Round 2 — Refinement, Critical Review, Synthesis

Turn Metric Speed (11:1) Normal (2:1) Delta
AIfred R2 TTFT11.57s11.30s+2.4%
PP334.2 tok/s339.3 tok/s-1.5%
Gen tok/s18.820.5-8.3%
Inference17.6s21.0s-16.2%
Sokrates R2 TTFT13.14s13.10s+0.3%
PP333.0 tok/s338.3 tok/s-1.6%
Gen tok/s27.220.8+30.6%
Inference26.5s24.9s+6.4%
Salomo R2 TTFT12.47s11.65s+7.0%
PP336.3 tok/s347.7 tok/s-3.3%
Gen tok/s19.221.2-9.4%
Inference19.2s22.3s-13.9%

Session Totals

Metric Speed (11:1) Normal (2:1) Delta
Total inference time113.5s123.6s-8.2%
Total tokens generated3,0873,044+1.4%
Effective throughput27.2 tok/s24.6 tok/s+10.6%
Average PP327.3 tok/s334.5 tok/s-2.2%
Context utilization11% of 32K1% of 262K

Key Findings

1. Generation is 10–15% faster with aggressive split — in Round 1

With small context, every generated token benefits from having 92% of model layers on the faster RTX 8000 (672 GB/s) instead of routing through the P40 (346 GB/s). R1 average: 33.1 vs 29.2 tok/s.

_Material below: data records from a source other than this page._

function UnitForm({
  job,
  existing,
  levels,
  onDone,
}: {
  job: JobDetail;
  existing?: UnitDto;
  levels: { id: string; name: string }[];
  onDone: () => void;
}) {
  const wide = useWide();
  const create = useCreateUnitMutation(job.id);
  const update = useUpdateUnitMutation(job.id);
  const remove = useDeleteUnitMutation(job.id);
  const [removeError, setRemoveError] = useState<string | null>(null);
  const metric = job.unitSystem === 'metric';
  const { control, handleSubmit, setError, watch, reset, getValues, setValue } = useForm({
    resolver: zodResolver(createUnitSchema),
    defaultValues: {
      tag: existing?.tag ?? '',
      kind: existing?.kind ?? 'cassette_4way',
      modelId: existing?.modelId ?? null,
      capacity: existing?.capacity != null ? formatQuantity(existing.capacity, 'capacity', job.unitSystem).replace(/,/g, '') : null,
      levelId: existing?.levelId ?? levels[0]?.id ?? '',
      spaceId: existing?.spaceId ?? null,
      systemId: existing?.systemId ?? null,
      mountPosition: existing?.mountPosition ?? null,
      installedByCrewId: existing?.installedByCrew?.id ?? null,
    },
  });
  const levelId = watch('levelId');
  const kind = watch('kind') as UnitKindKey;
  const spaces = useSpacesQuery(job.id, levelId || undefined);
  const systems = useSystemsQuery(job.id);
  const models = useModelsQuery(job.id, kind);
  const crews = useCrewsQuery(job.id);

  // A space or model that no longer fits the chosen level or kind is dropped, not sent.
  useEffect(() => {
    const spaceId = getValues('spaceId');
    if (spaces.data && spaceId && !spaces.data.some((s) => s.id === spaceId)) setValue('spaceId', null);
  }, [spaces.data, getValues, setValue]);
  useEffect(() => {
    const modelId = getValues('modelId');
    if (models.data && modelId && !models.data.some((m) => m.id === modelId)) setValue('modelId', null);
  }, [models.data, getValues, setValue]);

  const submit = handleSubmit(async (values) => {
    try {
      if (existing) {
        await update.mutateAsync({ unit: existing, input: values });
        onDone();
      } else {
        await create.mutateAsync(values);
        // Keep where we are: the next unit is usually on the same level, space and system.
        reset({ ...values, tag: '' });
      }
    } catch (err) {
      showServerErrors(err, setError, FIELDS, { duplicate_tag: 'tag' });
    }
  });

  const pair = wide ? styles.pair : null;
  return (
    <Card testID="unit-form">
      <AppText variant="heading">{existing ? `Edit ${existing.tag}` : 'Add a unit'}</AppText>
      <FormBanner control={control} testID="unit-form-error" />
      {removeError ? <Notice tone="error">{removeError}</Notice> : null}
      <View style={pair}>
        <View style={styles.cell}>
          <FormText control={control} name="tag" label="Tag" testID="unit-tag-input" placeholder="e.g. IU-3-07" autoCapitalize="characters" />
        </View>
        <View style={styles.cell}>
          <FormSelect control={control} name="kind" label="Unit kind" testID="unit-kind-input" options={UNIT_KINDS.map((k) => ({ value: k.key, label: k.label }))} />
        </View>
      </View>
      <View style={pair}>
        <View style={styles.cell}>
          <FormSelect
            control={control}
            name="modelId"
            label="Model (optional)"
            testID="unit-model-input"
            placeholder={models.data && models.data.length === 0 ? 'No models of this kind yet' : 'No model'}
            nullable
            options={(models.data ?? []).map((m) => ({ value: m.id, label: m.modelNumber ? `${m.name} (${m.modelNumber})` : m.name }))}
          />
        </View>
        <View style={styles.cell}>
          <FormQuantity
            control={control}
            name="capacity"
            label="Nominal capacity (optional)"
            testID="unit-capacity-input"
            units={metric ? ['kW', 'Btu/h', 'ton'] : ['Btu/h', 'ton', 'kW']}
            defaultUnit={metric ? 'kW' : 'Btu/h'}
            hint="36000 Btu/h, 3 tons or 10.5 kW."
          />
        </View>
      </View>
      <View style={pair}>
        <View style={styles.cell}>
          <FormSelect control={control} name="levelId" label="Level" testID="unit-level-input" options={levels.map((l) => ({ value: l.id, label: l.name }))} />
        </View>
        <View style={styles.cell}>
          <FormSelect
            control={control}
            name="spaceId"
            label="Space (optional)"
            testID="unit-space-input"
            placeholder="No space"
            nullable
            options={(spaces.data ?? []).map((s) => ({ value: s.id, label: s.name }))}
          />
        </View>
        <View style={styles.cell}>
          <FormSelect
            control={control}
            name="systemId"
            label="System (optional)"
            testID="unit-system-input"
            placeholder="No system"
            nullable
            options={(systems.data ?? []).map((s) => ({ value: s.id, label: s.name }))}
          />
        </View>
      </View>
      <FormSelect
        control={control}
        name="mountPosition"
        label="Mounting position (optional)"
        hint="Leave it to the model's installation position unless this unit is installed otherwise (e.g. an air handler standing in a closet). Sets the release height for the A2L floor-area check."
        testID="unit-mount-input"
        placeholder="As its model (or its kind)"
        nullable
        options={MOUNT_POSITIONS.map((m) => ({ value: m, label: MOUNT_POSITION_LABELS[m] }))}
      />
      <FormSelect
        control={control}
        name="installedByCrewId"
        label="Installed by crew (optional)"
        hint="The crew that hung and connected this unit: recurring defects are shown by crew. Companies name their crews on the Crews page."
        testID="unit-crew-input"
        placeholder="Not recorded"
        nullable
        options={(crews.data?.items ?? []).map((c) => ({ value: c.id, label: crewLabel(c) }))}
      />
      <View style={styles.actions}>
        <Button testID="unit-submit" label={existing ? 'Save unit' : 'Add unit'} onPress={submit} busy={create.isPending || update.isPending} />
        <Button label={existing ? 'Cancel' : 'Done'} tone="quiet" testID="unit-form-close" onPress={onDone} />
        {existing ? (
          <Button
            label="Delete unit"
            tone="quiet"
            busy={remove.isPending}
            onPress={() => {
              setRemoveError(null);
              remove.mutate(existing, { onSuccess: onDone, onError: (err) => setRemoveError(writeErrorMessage(err)) });
            }}
          />
        ) : null}
      </View>
    </Card>
  );
}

2. The advantage shrinks in Round 2 (~4%)

As the conversation grows, attention over accumulated KV cache becomes the dominant cost. R2 shows higher variance (18.8–27.2 tok/s) suggesting that output length and content complexity matter more than tensor placement at these context sizes.

3. Prompt processing is ~2% faster with balanced split

PP benefits from parallel KV cache writes across both GPUs. With 11:1, 92% of the KV cache must be written to one GPU, creating a memory bandwidth bottleneck during prompt ingestion. The effect is small but consistent.

4. Inference time ≠ generation speed

Shorter wall-clock inference does not always mean higher tok/s. Example: AIfred R2 speed variant finishes in 17.6s (332 tokens, 18.8 tok/s) vs normal in 21.0s (430 tokens, 20.5 tok/s). The speed variant was faster in wall-clock because it generated fewer tokens — not because it generated them faster. The model is nondeterministic, so output length varies between runs. Always compare tok/s (throughput) rather than inference time when evaluating hardware configurations.

When to Use Which

Use CaseRecommendedReason
Short conversations (<8K context)Speed (11:1)10–15% faster generation
Multi-turn tribunal (typical)Speed (11:1)~10% faster overall, 32K is sufficient
Long conversations (>32K tokens)Normal (2:1)Speed variant would truncate history
RAG with large documentsNormal (2:1)Full context needed for retrieval
Rule of thumb: Use the speed variant by default. Switch to normal only when you actually need >32K context tokens. AIfred's calibration system creates both configurations automatically and selects based on context requirements.